We typically represent the data as a grid of numbers (a matrix). Each column represents a variable, which we call a feature in machine learning. In supervised learning, one of the variables is actually not a feature but the label that we are trying to predict. And in supervised learning, each row is an example that we can use for training or testing. The number of features corresponds to the dimensionality of the data. Our machine learning approach depends on the number of dimensions versus the number of examples. For instance, text and image data are very high dimensional, while stock market data has relatively fewer dimensions. Fitting high dimensional data is computationally expensive and is also prone to overfitting due to high complexity. Higher dimensions are also impossible to visualize, and therefore, we can't use simple diagnostic methods.

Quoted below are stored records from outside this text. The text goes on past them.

#include <gtest/gtest.h>

#include "tests/trial/memory_ledger.h"

// One run from the scan to the verdict on disk.
namespace probewright {
namespace {

using sequence::RunVerdict;
using trial::MemoryLedger;
using trial::Trial;

TEST(Run, AHealthyProbePassesAndIsOnDiskWhenTold) {
  MemoryLedger ledger;
  {
    Trial station{ledger.options(1)};
    ASSERT_FALSE(station.start_problem()) << station.start_problem()->text();
    std::int64_t told_at_entry = 0;
    station.on_event = [&](const sequence::LineEvent& event) {
      if (std::holds_alternative<sequence::RunEnded>(event)) told_at_entry = station.seal().entry;
    };
    const trial::Told told = station.test("AQ20-048-00001");
    ASSERT_TRUE(told.outcome) << (told.problem ? told.problem->text() : "hung");
    EXPECT_EQ(told.outcome->verdict, RunVerdict::pass) << told.outcome->cause_words;
    EXPECT_EQ(told.outcome->readings.size(), trial::demonstration().models.at("AQ-20").value.routine.size());
    EXPECT_EQ(told.outcome->closing_entry, told_at_entry) << "the verdict was told before its entry was on disk";
    EXPECT_EQ(station.bench().drive(1), emulated::AdapterDevice::Drive{}) << "an LED is still on";
    EXPECT_TRUE(station.finish());
  }
  const db::VerifyReport report = ledger.verify();
  EXPECT_TRUE(report.ok()) << report.first_fault->what;
  EXPECT_EQ(report.runs, 1);
  EXPECT_EQ(report.open_runs, 0);
  // Electrical twice, dark, red alone, both spectra, slots of each LED alone, ambient, closed path, three pulse trains.
  EXPECT_EQ(report.captures, 13);
}

TEST(Run, TheSameSerialIsCountedAsAnotherTry) {
  MemoryLedger ledger;
  Trial station{ledger.options(1)};
  const auto first = station.test("AQ20-048-00003"), second = station.test("AQ20-048-00003");
  ASSERT_TRUE(first.outcome && second.outcome);
  EXPECT_NE(first.outcome->run, second.outcome->run);
}

}  // namespace
}  // namespace probewright
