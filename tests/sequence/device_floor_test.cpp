#include <gtest/gtest.h>

#include "drivers/emulated/action_log.h"
#include "station/sequence/run_step.h"
#include "tests/trial/memory_ledger.h"

// The device floor: how fast a run could be if nothing but its devices took time.
namespace probewright {
namespace {

using sequence::device_floor_s;
using sequence::RunStep;

constexpr bool adapter = true, phantom = false;

RunStep step(std::string name, bool on_adapter, std::vector<sequence::Precedence> after = {}) {
  return {std::move(name), on_adapter, std::move(after), {}, {}};
}

// By hand: two devices side by side take as long as the longer one; one device takes the sum.
TEST(DeviceFloor, OneDeviceWorksInTurnTwoSideBySide) {
  const std::vector<RunStep> steps{step("a", adapter), step("p", phantom), step("b", adapter)};
  EXPECT_DOUBLE_EQ(device_floor_s(steps, std::vector{1.0, 2.5, 1.0}), 2.5);
  EXPECT_DOUBLE_EQ(device_floor_s(steps, std::vector{1.0, 0.5, 1.0}), 2.0);
  EXPECT_DOUBLE_EQ(device_floor_s({}, {}), 0.0);
  EXPECT_THROW(device_floor_s(steps, std::vector{1.0}), std::invalid_argument);
}

// By hand: p ends at 2, b may begin at 2 + 0.5 and takes 1; c waits for b and for nothing that was not made.
TEST(DeviceFloor, PrecedencesAndPausesHold) {
  const std::vector<RunStep> steps{step("a", adapter), step("p", phantom), step("b", adapter, {{"p", 0.5}, {"a", 0.1}}),
                                   step("c", phantom, {{"b"}, {"left out", 9.0}})};
  EXPECT_DOUBLE_EQ(device_floor_s(steps, std::vector{1.0, 2.0, 1.0, 0.25}), 3.75);
}

/// The floor of a run as the demonstration finds it.
double floor_of(const sequence::RunOutcome& run, const emulated::ActionLog& log) {
  std::vector<double> busy_s;
  for (const RunStep& made : run.steps) {
    const auto kind = made.on_adapter ? emulated::DeviceKind::adapter : emulated::DeviceKind::phantom;
    busy_s.push_back(log.busy_s({run.nest, kind}, made.from, made.to));
  }
  return device_floor_s(run.steps, busy_s);
}

class RunFloor : public ::testing::TestWithParam<const char*> {};

// The routine loses at most 2 % against its devices. The clock is virtual: this is what the order of the work costs,
// not the machine.
TEST_P(RunFloor, TheRoutineIsHardlySlowerThanItsDevices) {
  trial::MemoryLedger ledger;
  emulated::ActionLog log;
  trial::Options options = ledger.options(2);
  options.observer = &log;
  trial::Trial station{options};
  for (int i = 1; i <= 12; ++i) {
    const std::string serial = std::string{GetParam()} + (i < 10 ? "0000" : "000") + std::to_string(i);
    const trial::Told told = station.test(serial);
    ASSERT_TRUE(told.outcome);
    ASSERT_NE(told.outcome->verdict, sequence::RunVerdict::void_run) << told.outcome->cause_words;
    const double floor_s = floor_of(*told.outcome, log), cycle_s = seconds(told.outcome->cycle);
    EXPECT_LE(cycle_s, 1.02 * floor_s) << serial;
    EXPECT_GE(cycle_s, floor_s) << serial;  // a floor above what was done would be no floor
    EXPECT_LE(cycle_s, 3.6) << serial;
  }
  EXPECT_TRUE(station.finish());
}

// The floor's longest path is the physics that the model asks for: what the adapter averages with the LEDs off (0.1 s
// of mains and twice 0.1 s of dark current), infrared's first voltage and both LEDs' slots alone, the warm-up before
// the first pulses or what is done in it (ID, a voltage, ambient light, the blade's way in and out with the optics
// settling each time, the closed path), three captures, and the optics' settling before two of them.
TEST(DeviceFloor, IsWhatThePhysicsOfTheRoutineTakes) {
  trial::MemoryLedger ledger;
  emulated::ActionLog log;
  trial::Options options = ledger.options(2);
  options.observer = &log;
  trial::Trial station{options};
  const trial::Told told = station.test("AQ35-048-00001");
  ASSERT_TRUE(told.outcome);
  const measure::Model& model = trial::demonstration().models.at("AQ-35").value;
  const double alone_s = model.cycles_for(model.alone_slots->capture_s) * model.cycle_s();
  const double pulses_s = model.pulse_cycles() * model.cycle_s();
  // Red alone is as long as the spectrum of four exposures takes, with its read-out and 2 kB on the line.
  const double red_s = std::max(alone_s, model.frames * model.exposure_start_s + 0.002 + 0.0225);
  const double around_s = 0.01 + 0.02 + 2.0 * model.cycles_for(model.ambient->capture_s) * model.cycle_s() +
                          2.0 * 0.150 + model.cycles_for(model.closed_path->capture_s) * model.cycle_s();
  const double warm_s = std::max(model.pulses_after_s, around_s);
  const double least_s = 0.3 + 0.02 + alone_s + red_s + warm_s + 3.0 * pulses_s + 2.0 * 0.150;
  const double floor_s = floor_of(*told.outcome, log);
  EXPECT_GE(floor_s, least_s);
  EXPECT_LE(floor_s, least_s + 0.045);  // bytes on the line, the modulator's and the stages' messages
}

INSTANTIATE_TEST_SUITE_P(Models, RunFloor, ::testing::Values("AQ20-048-", "AQ35-048-"));

}  // namespace
}  // namespace probewright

Not all the features are useful, and they may only add randomness to our results. It is, therefore, often important to do good feature selection. Feature selection is the process of picking a subset of significant features for use in better model construction. In practice, not every feature in a dataset carries information useful for discriminating samples; some features are either redundant or irrelevant and hence can be discarded with little loss.
In principle, feature selection boils down to multiple binary decisions: whether to include a feature or not. For n features, we get 2n feature sets, which can be a very large number for a large number of features. For example, for 10 features, we have 1,024 possible feature sets (for instance, if we are deciding what clothes to wear, the features can be temperature, rain, the weather forecast, where we are going, and so on). At a certain point, brute force evaluation becomes infeasible. We will discuss better methods in Chapter 6, Click-Through Prediction with Logistic Regression, in this book. Basically, we have two options: we either start with all the features and remove features iteratively or we start with a minimum set of features and add features iteratively. We then take the best feature sets for each iteration and then compare them.
Another common approach of reducing dimensionality reduction approach is to transform high-dimensional data in lower-dimensional space. This transformation leads to information loss, but we can keep the loss to a minimum. We will cover this in more detail later on.